Each entry should be quoted word for word, including every mark of punctuation.

━━━

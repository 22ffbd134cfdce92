"""The membrane: coefficient fields on the regions and edges of an outline."""

from __future__ import annotations

from collections.abc import Callable, Mapping
from dataclasses import dataclass
from dataclasses import field as dataclass_field
from enum import StrEnum
from typing import Any

import numpy as np

from membrane.records.arrays import Floats
from membrane.records.breaks import Place
from membrane.records.function import Function
from membrane.records.outline import Samples


class Field(StrEnum):
    """The coefficient fields that the weak form knows, with their units."""

    TENSION = "tension"  # N/m, on regions
    AREAL_DENSITY = "areal_density"  # kg/m^2, on regions
    BEDDING = "bedding"  # N/m^3, on regions
    EDGE_STIFFNESS = "edge_stiffness"  # N/m^2, on edges
    EDGE_MASS = "edge_mass"  # kg/m, on edges
    LINE_STIFFNESS = "line_stiffness"  # N/m^2, on line loads
    LINE_MASS = "line_mass"  # kg/m, on line loads


@dataclass(frozen=True)
class Contribution:
    """What one study key adds to one coefficient field: scale x value.

    key : the study key that scales it, such as "patches.paste.added_density"
    field : the field that it adds to
    where : names of the regions, edges or line loads that it lives on
    scale : the key's number, SI; 1 where the key gives a function of place
    value : what the number multiplies: 1, a dimensionless (2, 2) tensor, or the function
    """

    key: str
    field: Field
    where: tuple[str, ...]
    scale: float
    value: float | Floats | Function = 1.0

    def at(self, points: Floats) -> Floats:
        """Its share of the field, SI, at ``points`` (2, n): (n,), or (n, 2, 2) of a tensor."""
        if isinstance(self.value, Function):
            return self.scale * np.moveaxis(self.value(*points), -1, 0)
        value = np.asarray(self.value, dtype=float)
        return np.broadcast_to(self.scale * value, (points.shape[1], *value.shape))


@dataclass(frozen=True)
class OwnForm:
    """A term that brings a bilinear form of its own; its brackets are estimates.

    side : "stiffness" or "mass"
    where : names of the regions that it lives on
    form : ``form(u, v, w)``, a scikit-fem integrand, symmetric in u and v, of their values
        and first derivatives
    """

    key: str
    side: str
    where: tuple[str, ...]
    scale: float
    form: Callable[[Any, Any, Any], Any]


@dataclass(frozen=True)
class Membrane:
    """All contributions, and the names of the edges that are held at zero.

    samples : name of a region, an edge or a line load -> where its varying fields are looked at
    """

    contributions: tuple[Contribution, ...]
    fixed_edges: tuple[str, ...]
    own_forms: tuple[OwnForm, ...] = ()
    samples: Mapping[str, Samples] = dataclass_field(default_factory=dict)

    def parts(self, field: Field, where: str) -> tuple[Contribution, ...]:
        """The contributions to a field on one region, edge or line load."""
        return tuple(c for c in self.contributions if c.field is field and where in c.where)

    def varies(self, field: Field, where: str) -> bool:
        """Whether a field is a function of place on one region, edge or line load."""
        return any(isinstance(c.value, Function) for c in self.parts(field, where))

    def at(self, field: Field, where: str, points: Floats) -> Floats:
        """A field on a region, edge or line load, SI, at ``points`` (2, n): (n,), or (n, 2, 2)."""
        parts = [c.at(points) for c in self.parts(field, where)]
        return sum(parts[1:], parts[0]) if parts else np.zeros(points.shape[1])

    def sampled(self, field: Field, where: str) -> Floats:
        """A field on one region, edge or line load, SI, at its samples: (n,), or (n, 2, 2).

        n is 1 where the field is constant.
        """
        varies = self.varies(field, where)
        return self.at(field, where, self.samples[where].points if varies else np.zeros((2, 1)))

    def total(self, field: Field, where: str) -> Any:
        """The value of a field on one region, edge or line load, SI; its mean where it varies."""
        values = self.sampled(field, where)
        weights = self.samples[where].weights if self.varies(field, where) else np.ones(1)
        return np.tensordot(weights, values, 1)

    def breaks_at(self, field: Field, where: str, place: Place, slack: float) -> bool:
        """Whether a field on one region, edge or line load may jump or kink at a place."""
        values = (c.value for c in self.parts(field, where))
        return any(isinstance(v, Function) and v.breaks_at(place, slack) for v in values)

    @property
    def kinks(self) -> Floats:
        """(2, n), metres: where a field is not smooth."""
        values = (c.value for c in self.contributions)
        places = [v.places_of_kinks for v in values if isinstance(v, Function)]
        return np.unique(np.hstack([np.empty((2, 0)), *places]), axis=1)

    @property
    def moves_rigidly(self) -> bool:
        """True where nothing holds the head: a constant shape costs no energy."""
        held = (Field.BEDDING, Field.EDGE_STIFFNESS, Field.LINE_STIFFNESS)
        springs = any(c.field in held and c.scale > 0.0 for c in self.contributions)
        own = any(form.side == "stiffness" for form in self.own_forms)
        return not (self.fixed_edges or springs or own)
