"""The curves of a cut head, each with the name of the edge it belongs to."""

from __future__ import annotations

from collections.abc import Mapping, Sequence
from dataclasses import dataclass

import numpy as np

from membrane.errors import OutlineError
from membrane.kernel import Kernel
from membrane.outline.cut import Cut
from membrane.records.arrays import Floats
from membrane.records.outline import Curve

# Where along a curve its points are compared, as shares of its parameter range.
_SHARES = np.array([0.17, 0.5, 0.79])
_NEAR = 1e-6


def curves(kernel: Kernel, cut: Cut, edges: Mapping[str, tuple[int, ...]]) -> tuple[Curve, ...]:
    """Name every curve that bounds a remaining face: edges first, in their order.

    edges : name of an outline edge -> loose copies of its curves

    A curve between a remaining face and a hole bears the hole's name; a curve at one
    remaining face and nothing else, the name of the outline edge that it lies on. The
    kernel's own record of what became of a curve is not reliable after a cut.
    """
    copies = [_Copy(name, tag, *kernel.box(tag)) for name, tags in edges.items() for tag in tags]
    found = []
    for tag in sorted({tag for face in cut.patches for tag in kernel.border(face)}):
        found.append(Curve(tag, _edge(kernel, cut, copies, tag), kernel.length(tag)))
    order = {name: k for k, name in enumerate([*edges, *dict.fromkeys(cut.holes.values())])}
    _check_all(order, {curve.edge for curve in found})
    return tuple(sorted(found, key=lambda c: (order.get(c.edge or "", len(order)), c.tag)))


@dataclass(frozen=True)
class _Copy:
    """A named curve as it was before the cut, and the box around it."""

    edge: str
    tag: int
    low: Floats
    high: Floats

    def may_hold(self, points: Floats, slack: float) -> bool:
        low, high = self.low[:, None] - slack, self.high[:, None] + slack
        return bool(np.all((points >= low) & (points <= high)))


def _edge(kernel: Kernel, cut: Cut, copies: Sequence[_Copy], tag: int) -> str | None:
    faces = kernel.neighbours(tag)
    if sum(face in cut.patches for face in faces) == 2:
        return None
    for face in faces:
        if face in cut.holes:
            return cut.holes[face]
    return _nearest(kernel, copies, tag)


def _nearest(kernel: Kernel, copies: Sequence[_Copy], tag: int) -> str:
    first, last = kernel.bounds(tag)
    points = kernel.evaluate(tag, first + _SHARES * (last - first))
    slack = _NEAR * kernel.length(tag)
    near = [copy for copy in copies if copy.may_hold(points, slack)]
    distance, edge = min(
        ((kernel.distance(points, copy.tag), copy.edge) for copy in near), default=(np.inf, "")
    )
    if distance > slack:
        raise OutlineError(
            "A part of the outline's boundary has no name; "
            "the geometry script must name all of its edges."
        )
    return edge


def _check_all(names: Mapping[str, int], found: set[str | None]) -> None:
    for name in names:
        if name not in found:
            raise OutlineError(
                f"Nothing is left of the edge {name}; move or leave out what cuts it away."
            )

━━━

Your solution
repository 22ffbd134cfdce92
"""The membrane: coefficient fields on the regions and edges of an outline."""

from __future__ import annotations

from collections.abc import Callable, Mapping
from dataclasses import dataclass
from dataclasses import field as dataclass_field
from enum import StrEnum
from typing import Any

import numpy as np

from membrane.records.arrays import Floats
from membrane.records.breaks import Place
from membrane.records.function import Function
from membrane.records.outline import Samples


class Field(StrEnum):
    """The coefficient fields that the weak form knows, with their units."""

    TENSION = "tension"  # N/m, on regions
    AREAL_DENSITY = "areal_density"  # kg/m^2, on regions
    BEDDING = "bedding"  # N/m^3, on regions
    EDGE_STIFFNESS = "edge_stiffness"  # N/m^2, on edges
    EDGE_MASS = "edge_mass"  # kg/m, on edges
    LINE_STIFFNESS = "line_stiffness"  # N/m^2, on line loads
    LINE_MASS = "line_mass"  # kg/m, on line loads


@dataclass(frozen=True)
class Contribution:
    """What one study key adds to one coefficient field: scale x value.

    key : the study key that scales it, such as "patches.paste.added_density"
    field : the field that it adds to
    where : names of the regions, edges or line loads that it lives on
    scale : the key's number, SI; 1 where the key gives a function of place
    value : what the number multiplies: 1, a dimensionless (2, 2) tensor, or the function
    """

    key: str
    field: Field
    where: tuple[str, ...]
    scale: float
    value: float | Floats | Function = 1.0

    def at(self, points: Floats) -> Floats:
        """Its share of the field, SI, at ``points`` (2, n): (n,), or (n, 2, 2) of a tensor."""
        if isinstance(self.value, Function):
            return self.scale * np.moveaxis(self.value(*points), -1, 0)
        value = np.asarray(self.value, dtype=float)
        return np.broadcast_to(self.scale * value, (points.shape[1], *value.shape))


@dataclass(frozen=True)
class OwnForm:
    """A term that brings a bilinear form of its own; its brackets are estimates.

    side : "stiffness" or "mass"
    where : names of the regions that it lives on
    form : ``form(u, v, w)``, a scikit-fem integrand, symmetric in u and v, of their values
        and first derivatives
    """

    key: str
    side: str
    where: tuple[str, ...]
    scale: float
    form: Callable[[Any, Any, Any], Any]


@dataclass(frozen=True)
class Membrane:
    """All contributions, and the names of the edges that are held at zero.

    samples : name of a region, an edge or a line load -> where its varying fields are looked at
    """

    contributions: tuple[Contribution, ...]
    fixed_edges: tuple[str, ...]
    own_forms: tuple[OwnForm, ...] = ()
    samples: Mapping[str, Samples] = dataclass_field(default_factory=dict)

    def parts(self, field: Field, where: str) -> tuple[Contribution, ...]:
        """The contributions to a field on one region, edge or line load."""
        return tuple(c for c in self.contributions if c.field is field and where in c.where)

    def varies(self, field: Field, where: str) -> bool:
        """Whether a field is a function of place on one region, edge or line load."""
        return any(isinstance(c.value, Function) for c in self.parts(field, where))

    def at(self, field: Field, where: str, points: Floats) -> Floats:
        """A field on a region, edge or line load, SI, at ``points`` (2, n): (n,), or (n, 2, 2)."""
        parts = [c.at(points) for c in self.parts(field, where)]
        return sum(parts[1:], parts[0]) if parts else np.zeros(points.shape[1])

    def sampled(self, field: Field, where: str) -> Floats:
        """A field on one region, edge or line load, SI, at its samples: (n,), or (n, 2, 2).

        n is 1 where the field is constant.
        """
        varies = self.varies(field, where)
        return self.at(field, where, self.samples[where].points if varies else np.zeros((2, 1)))

    def total(self, field: Field, where: str) -> Any:
        """The value of a field on one region, edge or line load, SI; its mean where it varies."""
        values = self.sampled(field, where)
        weights = self.samples[where].weights if self.varies(field, where) else np.ones(1)
        return np.tensordot(weights, values, 1)

    def breaks_at(self, field: Field, where: str, place: Place, slack: float) -> bool:
        """Whether a field on one region, edge or line load may jump or kink at a place."""
        values = (c.value for c in self.parts(field, where))
        return any(isinstance(v, Function) and v.breaks_at(place, slack) for v in values)

    @property
    def kinks(self) -> Floats:
        """(2, n), metres: where a field is not smooth."""
        values = (c.value for c in self.contributions)
        places = [v.places_of_kinks for v in values if isinstance(v, Function)]
        return np.unique(np.hstack([np.empty((2, 0)), *places]), axis=1)

    @property
    def moves_rigidly(self) -> bool:
        """True where nothing holds the head: a constant shape costs no energy."""
        held = (Field.BEDDING, Field.EDGE_STIFFNESS, Field.LINE_STIFFNESS)
        springs = any(c.field in held and c.scale > 0.0 for c in self.contributions)
        own = any(form.side == "stiffness" for form in self.own_forms)
        return not (self.fixed_edges or springs or own)
"""The curves of a cut head, each with the name of the edge it belongs to."""

from __future__ import annotations

from collections.abc import Mapping, Sequence
from dataclasses import dataclass

import numpy as np

from membrane.errors import OutlineError
from membrane.kernel import Kernel
from membrane.outline.cut import Cut
from membrane.records.arrays import Floats
from membrane.records.outline import Curve

# Where along a curve its points are compared, as shares of its parameter range.
_SHARES = np.array([0.17, 0.5, 0.79])
_NEAR = 1e-6


def curves(kernel: Kernel, cut: Cut, edges: Mapping[str, tuple[int, ...]]) -> tuple[Curve, ...]:
    """Name every curve that bounds a remaining face: edges first, in their order.

    edges : name of an outline edge -> loose copies of its curves

    A curve between a remaining face and a hole bears the hole's name; a curve at one
    remaining face and nothing else, the name of the outline edge that it lies on. The
    kernel's own record of what became of a curve is not reliable after a cut.
    """
    copies = [_Copy(name, tag, *kernel.box(tag)) for name, tags in edges.items() for tag in tags]
    found = []
    for tag in sorted({tag for face in cut.patches for tag in kernel.border(face)}):
        found.append(Curve(tag, _edge(kernel, cut, copies, tag), kernel.length(tag)))
    order = {name: k for k, name in enumerate([*edges, *dict.fromkeys(cut.holes.values())])}
    _check_all(order, {curve.edge for curve in found})
    return tuple(sorted(found, key=lambda c: (order.get(c.edge or "", len(order)), c.tag)))


@dataclass(frozen=True)
class _Copy:
    """A named curve as it was before the cut, and the box around it."""

    edge: str
    tag: int
    low: Floats
    high: Floats

    def may_hold(self, points: Floats, slack: float) -> bool:
        low, high = self.low[:, None] - slack, self.high[:, None] + slack
        return bool(np.all((points >= low) & (points <= high)))


def _edge(kernel: Kernel, cut: Cut, copies: Sequence[_Copy], tag: int) -> str | None:
    faces = kernel.neighbours(tag)
    if sum(face in cut.patches for face in faces) == 2:
        return None
    for face in faces:
        if face in cut.holes:
            return cut.holes[face]
    return _nearest(kernel, copies, tag)


def _nearest(kernel: Kernel, copies: Sequence[_Copy], tag: int) -> str:
    first, last = kernel.bounds(tag)
    points = kernel.evaluate(tag, first + _SHARES * (last - first))
    slack = _NEAR * kernel.length(tag)
    near = [copy for copy in copies if copy.may_hold(points, slack)]
    distance, edge = min(
        ((kernel.distance(points, copy.tag), copy.edge) for copy in near), default=(np.inf, "")
    )
    if distance > slack:
        raise OutlineError(
            "A part of the outline's boundary has no name; "
            "the geometry script must name all of its edges."
        )
    return edge


def _check_all(names: Mapping[str, int], found: set[str | None]) -> None:
    for name in names:
        if name not in found:
            raise OutlineError(
                f"Nothing is left of the edge {name}; move or leave out what cuts it away."
            )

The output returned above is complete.